Elizabeth Littlefield:

https://www.devex.com/news/elizabeth-littlefield-on-opic-s-growth-and-changes-in-development-finance-89544 http://archive.is/7uvoF

Littlefield led OPIC from 2010 until the end of the Obama administration, having previously served as CEO of the World Bank’s Consultative Group to Assist the Poorest. OPIC made $3.29 billion in new commitments and generated $239 million for the U.S. government in 2016. The agency has a $21.5 billion portfolio of loans and guarantees in about 100 developing countries, a 160 percent increase from 2009.

Littlefield has been a vocal advocate for OPIC and has urged some changes to address limitations holding the agency back, including a need for more funding, more flexibility and more tools, including the ability to make equity investments. 

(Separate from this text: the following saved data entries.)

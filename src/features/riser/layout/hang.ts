import type { Device } from '../../../../shared/model/device.ts'
import type { JobDocument } from '../../../../shared/model/jobDocument.ts'
import { plateCode } from '../../../../shared/model/naming.ts'
import type { Plate } from '../../../../shared/model/place.ts'
import { glyphOf, glyphSize } from './glyphs.ts'
import type { Heights } from './heights.ts'
import { metrics, monoWidth } from './metrics.ts'
import type { PlacedBay, Placing } from './placeRooms.ts'
import type { Box, DeviceSpot, Glyph, PlateSpot, StoreyBox } from './riserLayout.ts'
import type { Exit } from './readTrips.ts'
import { onGable, type FixturePlace } from './strands.ts'

/** Size of a plate's face at full size, in the units of the plate drawing. */
export function faceSize(plate: Plate): { w: number; h: number } {
  if (plate.form === 'ceiling-opening') return { w: 56, h: 56 }
  if (plate.form === 'exterior-box' || plate.form === 'stub') return { w: 48, h: 62 }
  return { w: 44 + 32 * (plate.gangs - 1), h: 70 }
}

/** Where runs enter what hangs somewhere: its middle, top and bottom. */
export interface Hung extends Box {
  readonly key: string
}

export interface Hanging {
  readonly plates: readonly PlateSpot[]
  readonly devices: readonly DeviceSpot[]
  readonly hung: ReadonlyMap<string, Hung>
}

const codeFont = 8.5
const headroom = 3
const foot = 33
const nameRoom = 17

interface Piece {
  readonly place: FixturePlace
  readonly w: number
  readonly h: number
  readonly glyphs: readonly { readonly device: Device; readonly glyph: Glyph; readonly above: boolean }[]
  readonly x: number
  readonly code: string
  readonly runs: number
  readonly isDense: boolean
}

/** Hangs plates and devices at their heights; where two would cover each other, the later one moves up or down a little. */
export function hang(doc: JobDocument, places: ReadonlyMap<string, FixturePlace>, exits: ReadonlyMap<string, readonly Exit[]>, placing: Placing, heights: Heights): Hanging {
  const plates: PlateSpot[] = []
  const devices: DeviceSpot[] = []
  const hung = new Map<string, Hung>()
  const atPlate = devicesByPlate(doc)
  const keep = (piece: Piece, y: number) => {
    const spots = drawPiece(piece, y, heights)
    if (spots.plate) plates.push(spots.plate)
    devices.push(...spots.devices)
    hung.set(piece.place.fixture.key, { key: piece.place.fixture.key, x: piece.x - piece.w / 2, y: y - piece.h / 2, w: piece.w, h: piece.h })
  }
  const bays = new Map(placing.bays.map((bay) => [bay.room.room.id, bay]))
  const gableCount = new Map<string, number>()
  const taken = new Map<string, Box[]>()
  for (const place of places.values()) {
    const piece = pieceOf(doc, place, exits, placing, atPlate, heights)
    const box = heights.storeys[place.storey.index]!
    const bay = bays.get(place.room.room.id)
    if (bay) keep(piece, seatIn(piece, box, bay, taken))
    else keep(piece, endHeight(piece, heights, placing, gableCount))
  }
  return { plates, devices, hung }
}

function devicesByPlate(doc: JobDocument): Map<string, Device[]> {
  const byPlate = new Map<string, Device[]>()
  for (const device of [...doc.records.device.values()].sort((a, b) => a.id.localeCompare(b.id))) if (device.plateId) byPlate.set(device.plateId, [...(byPlate.get(device.plateId) ?? []), device])
  return byPlate
}

function pieceOf(doc: JobDocument, place: FixturePlace, exits: ReadonlyMap<string, readonly Exit[]>, placing: Placing, atPlate: ReadonlyMap<string, readonly Device[]>, heights: Heights): Piece {
  const { plate, device, key } = place.fixture
  const isDense = heights.storeys[place.storey.index]!.folded
  const x = placing.centres.get(key) ?? 0
  if (!plate) {
    const glyph = (device && glyphOf(doc, device, null)) ?? 'service'
    const [w, h] = glyphSize(glyph)
    return { place, w, h, glyphs: [], x, code: '', runs: 0, isDense }
  }
  const face = faceSize(plate)
  const scale = scaleOf(plate, isDense)
  const pictures = (atPlate.get(plate.id) ?? []).flatMap((each) => {
    const glyph = glyphOf(doc, each, plate)
    return glyph ? [{ device: each, glyph, above: glyphSize(glyph)[2] === 'above' }] : []
  })
  const glyphs = isDense ? [] : [pictures.find((each) => each.above), pictures.find((each) => !each.above)].filter((each) => each !== undefined)
  return { place, w: face.w * scale, h: face.h * scale, glyphs: glyphs.slice(0, 1), x, code: plateCode(doc, plate), runs: exits.get(key)?.length ?? 0, isDense }
}

const scaleOf = (plate: Plate, isDense: boolean) => (isDense ? metrics.densePlateScale : plate.form === 'ceiling-opening' ? metrics.ceilingScale : metrics.plateScale)

/** Height in a bay: where it is on the wall, moved until nothing covers it. */
function seatIn(piece: Piece, box: StoreyBox, bay: PlacedBay, taken: Map<string, Box[]>): number {
  const { fixture } = piece.place
  // The name of a room with a rack stands at the head of its bay.
  const ceiling = box.ceiling + (piece.place.room.racks.length ? nameRoom : 0)
  const top = ceiling + headroom + piece.h / 2
  const { over, under } = extentOf(piece)
  const bottom = Math.max(top, box.floor - foot - under)
  const highest = Math.min(bottom, ceiling + headroom + over)
  const isUp = fixture.plate?.mounting === 'ceiling' || fixture.up > 0.97
  const wanted = isUp ? top : Math.min(bottom, Math.max(highest, bottom - fixture.up * (bottom - top)))
  const others = taken.get(bay.room.room.id) ?? []
  let best = { y: wanted, overlap: Infinity }
  for (const y of candidates(wanted, highest, bottom)) {
    const overlap = overlapOf(boxesOf(piece, y), others)
    if (overlap < best.overlap) best = { y, overlap }
    if (overlap === 0) break
  }
  const y = Math.round(best.y * 10) / 10
  taken.set(bay.room.room.id, [...others, ...boxesOf(piece, y)])
  return y
}

function candidates(wanted: number, top: number, bottom: number): number[] {
  const found = [wanted]
  for (let off = 5; off < bottom - top + 5; off += 5) for (const y of [wanted + off, wanted - off]) if (y >= top - 0.5 && y <= bottom + 0.5) found.push(y)
  return found
}

/** How much of some boxes is covered by others, in square units. */
function overlapOf(own: readonly Box[], others: readonly Box[]): number {
  let area = 0
  for (const a of own)
    for (const b of others) {
      const w = Math.min(a.x + a.w, b.x + b.w) - Math.max(a.x, b.x)
      const h = Math.min(a.y + a.h, b.y + b.h) - Math.max(a.y, b.y)
      if (w > 0.3 && h > 0.3) area += w * h
    }
  return area
}

/** What a plate covers at a height: its face, its code, and its device. */
function boxesOf(piece: Piece, y: number): Box[] {
  const boxes: Box[] = [{ x: piece.x - piece.w / 2, y: y - piece.h / 2, w: piece.w, h: piece.h + 1 }]
  const codeWidth = piece.code && !piece.isDense ? monoWidth(piece.code, codeFont) : 0
  if (codeWidth) boxes.push({ x: piece.x - codeWidth / 2, y: y + piece.h / 2 + 2.5, w: codeWidth, h: 9.5 })
  for (const { glyph } of piece.glyphs) {
    const [w, h, place] = glyphSize(glyph, piece.runs)
    if (place === 'above') boxes.push({ x: piece.x - w / 2, y: y - piece.h / 2 - 7 - h, w, h })
    else if (place === 'beside') boxes.push({ x: piece.x + piece.w / 2, y: y - h / 2, w, h })
    else boxes.push({ x: piece.x - w / 2, y: y + piece.h / 2 + 12, w, h: h + 3 })
  }
  return boxes
}

/** How far above and below its middle a plate reaches with all that belongs to it. */
function extentOf(piece: Piece): { over: number; under: number } {
  const boxes = boxesOf(piece, 0)
  return { over: -Math.min(...boxes.map((box) => box.y)), under: Math.max(...boxes.map((box) => box.y + box.h)) }
}

/** Under the roof, in the crawl and on the end walls. */
function endHeight(piece: Piece, heights: Heights, placing: Placing, gables: Map<string, number>): number {
  const { storey, fixture } = piece.place
  const box = heights.storeys[storey.index]!
  const top = heights.storeys[placing.bays.length ? topFull(heights) : storey.index] ?? box
  if (storey.kind === 'roof' && onGable(piece.place)) {
    const key = `${fixture.side}`
    const index = gables.get(key) ?? 0
    gables.set(key, index + 1)
    return top.trunk + 26 + index * 6
  }
  if (storey.kind === 'roof') return heights.eave - 8 - piece.h / 2
  return onGable(piece.place) ? box.floor - 8 - piece.h / 2 : box.floor - 12 - piece.h / 2
}

const topFull = (heights: Heights) => heights.storeys.findLastIndex((storey) => storey.kind === 'full')

function drawPiece(piece: Piece, y: number, heights: Heights): { plate: PlateSpot | null; devices: DeviceSpot[] } {
  const { fixture, storey } = piece.place
  const { plate, device } = fixture
  if (!plate) return { plate: null, devices: device ? [{ device, glyph: 'dome', mirrored: false, cord: null, x: piece.x - piece.w / 2, y: y - piece.h / 2, w: piece.w, h: piece.h }] : [] }
  const scale = scaleOf(plate, piece.isDense)
  const facing = fixture.isOutside ? (fixture.side === 'W' ? 'left' : 'right') : null
  const atMast = piece.glyphs.some((each) => each.glyph === 'mast')
  const codeAt = atMast
    ? ({ x: piece.x + 12, y: y + 3, anchor: 'start' } as const)
    : ({ x: piece.x, y: y + piece.h / 2 + 10, anchor: 'middle' } as const)
  const spot: PlateSpot = { plate, code: piece.code, storey: storey.index, scale, x: piece.x, y, w: piece.w, h: piece.h, codeAt, dense: piece.isDense, facing }
  return { plate: spot, devices: piece.glyphs.map((each) => drawGlyph(each, piece, y, facing, heights)) }
}

function drawGlyph({ device, glyph, above }: Piece['glyphs'][number], piece: Piece, y: number, facing: 'left' | 'right' | null, heights: Heights): DeviceSpot {
  const [w, h, place] = glyphSize(glyph, piece.runs)
  const half = piece.h / 2
  const base = { device, glyph, mirrored: facing === 'left', w, h }
  if (place === 'beside') return { ...base, x: facing === 'left' ? piece.x - piece.w / 2 - w : piece.x + piece.w / 2, y: y - h / 2, cord: null }
  if (glyph === 'mast') return { ...base, x: piece.x - w / 2, y: Math.min(y - half - h, heights.apex - 4), h: Math.max(h, y - half - heights.apex + 4), cord: null }
  if (above) return { ...base, x: piece.x - w / 2, y: y - half - 7 - h, cord: null }
  return { ...base, x: piece.x - w / 2, y: y + half + 14, cord: glyph === 'shade' || glyph === 'screen' || glyph === 'contact' ? null : [piece.x, y + half + 11.5, y + half + 14] }
}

pg 87  https://philanthropyforum.org/wp-content/uploads/2012/11/GPF_Transcripts_2012-7-FINAL.pdf

So, clearly we need the private sector to shoulder most of the work. The private sector — that vast, decentralized, rough-and-tumble $60 trillion network of corporations and firms and enterprises and small businesses that already supports livelihoods and lives around the world — is the largest lever we have.

And you know what? It’s already happening. OPIC was carved out of USAID 40 years ago because it was recognized that the private sector needed its own dedicated agency to focus on it. At that time the money flowing from the United States to the emerging markets was 75 percent overseas development assistance [ODA], and the rest was foreign direct investment. Today, 40 years later, that’s completely flipped around: 80 percent of the money flowing from the US to emerging markets is foreign direct investment, and the rest of it is ODA. So now every single year, more than a trillion dollars in private capital — both strategic investments from corporations as well as portfolio investment from investors — is flowing into the poorer nations of the world.

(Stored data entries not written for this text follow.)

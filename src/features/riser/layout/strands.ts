import type { Column } from './columns.ts'
import type { Fixture, HouseRoom, Storey } from './readHouse.ts'
import type { Exit, Trip } from './readTrips.ts'

/** A run on its way out of a rack: by which trunk, on which side, and how it leaves that trunk. */
export interface Strand {
  readonly trip: Trip
  readonly rackId: string
  readonly column: number
  readonly rackStorey: number
  /** The storey whose trunk it takes. */
  readonly corridor: number
  readonly up: boolean
  readonly side: 'left' | 'right'
  /** down: into a bay. up: into the roof. gable: down on the outside. rack: down onto another rack. loose: nowhere yet. */
  readonly leaves: 'down' | 'up' | 'gable' | 'rack' | 'loose'
  readonly exit: Exit | null
}

export interface FixturePlace {
  readonly storey: Storey
  readonly room: HouseRoom
  readonly fixture: Fixture
}

/** Every fixture of the house by its key. */
export function fixturePlaces(storeys: readonly Storey[]): Map<string, FixturePlace> {
  const places = new Map<string, FixturePlace>()
  for (const storey of storeys) for (const room of storey.rooms) for (const fixture of room.fixtures) places.set(fixture.key, { storey, room, fixture })
  return places
}

/** The storey whose trunk serves another: an attic hangs on the ceiling of the level under it. */
export function corridorOf(storeys: readonly Storey[], storey: Storey): number {
  if (storey.kind !== 'roof') return storey.index
  for (let index = storey.index - 1; index >= 0; index--) if (storeys[index]!.kind === 'full') return index
  return storeys.find((each) => each.kind === 'full')?.index ?? storey.index
}

/** Whether a fixture hangs on the end wall of the house, under the roof or beside the foundation. */
export const onGable = ({ storey, fixture }: FixturePlace): boolean =>
  storey.kind !== 'full' && fixture.isOutside && (fixture.side === 'E' || fixture.side === 'W')

const planX = ({ room, fixture }: FixturePlace) =>
  fixture.isOutside && fixture.side === 'W' ? room.minX : fixture.isOutside && fixture.side === 'E' ? room.maxX : room.minX + fixture.across * (room.maxX - room.minX)

/** All runs that come out of racks, as strands. */
export function readStrands(storeys: readonly Storey[], columns: readonly Column[], trips: readonly Trip[]): Strand[] {
  const places = fixturePlaces(storeys)
  const homes = new Map(columns.flatMap((column) => column.racks.map((rack, order) => [rack.rack.id, { column, storey: rack.storey, order }] as const)))
  const strands: Strand[] = []
  for (const trip of trips) {
    if (trip.kind !== 'home' && trip.kind !== 'racks' && trip.kind !== 'loose-rack') continue
    const home = homes.get(trip.rackId)!
    const base = { trip, rackId: trip.rackId, column: home.column.index, rackStorey: home.storey }
    if (trip.kind === 'loose-rack') strands.push({ ...base, corridor: home.storey, up: true, side: 'right', leaves: 'loose', exit: null })
    else if (trip.kind === 'racks') {
      const target = homes.get(trip.toRackId)!
      const isRight = target.column.index > home.column.index || (target.column === home.column && target.order >= home.order)
      strands.push({ ...base, corridor: target.storey, up: target.storey >= home.storey, side: isRight ? 'right' : 'left', leaves: 'rack', exit: null })
    } else {
      const place = places.get(trip.to.key)!
      const corridor = corridorOf(storeys, place.storey)
      const isLeft = place.room.racks.length > 0 || (place.storey.kind === 'full' ? place.room.centre : planX(place)) < home.column.planX
      const leaves = onGable(place) && place.storey.kind === 'roof' ? 'gable' : place.storey.kind === 'roof' ? 'up' : 'down'
      strands.push({ ...base, corridor, up: corridor >= home.storey, side: isLeft ? 'left' : 'right', leaves, exit: trip.to })
    }
  }
  return strands
}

She makes it sound like the richest people are giving away vast amounts of money for a fair and modest return on investment, guaranteed by American taxpayers who are currently being treated like shit by so many in this same group! How ironic is that?

https://philanthropyforum.org/wp-content/uploads/2012/11/GPF_Transcripts_2012-7-FINAL.pdf  pg 89

Elizabeth Littlefield:  Thank you. Thank you for that.

We see our job as helping to channel private-sector capital to solve development challenges in emerging markets, and we do that — OPIC does that — by providing the loans, the finance and the risk mitigation tools that remove the barriers to investing and provide incentives. So, if we believe in a certain country, take Afghanistan for example, it is a country, of course, that’s incredibly important to this country; and as we pull our troops out of Afghanistan, we leave behind some beginnings of a credible economy that can provide opportunities and support into the future as we shift from a military- and aid-based economy to a private one. Now many investors are not going to go and invest in Afghanistan...It’s probably not high on the list of places that look like attractive business environments, so we try to figure out: What is it we can try to do in terms of providing political risk insurance, providing long-term financing, that could incite an investor to make an investment that we think will be powerful for that economy going forward.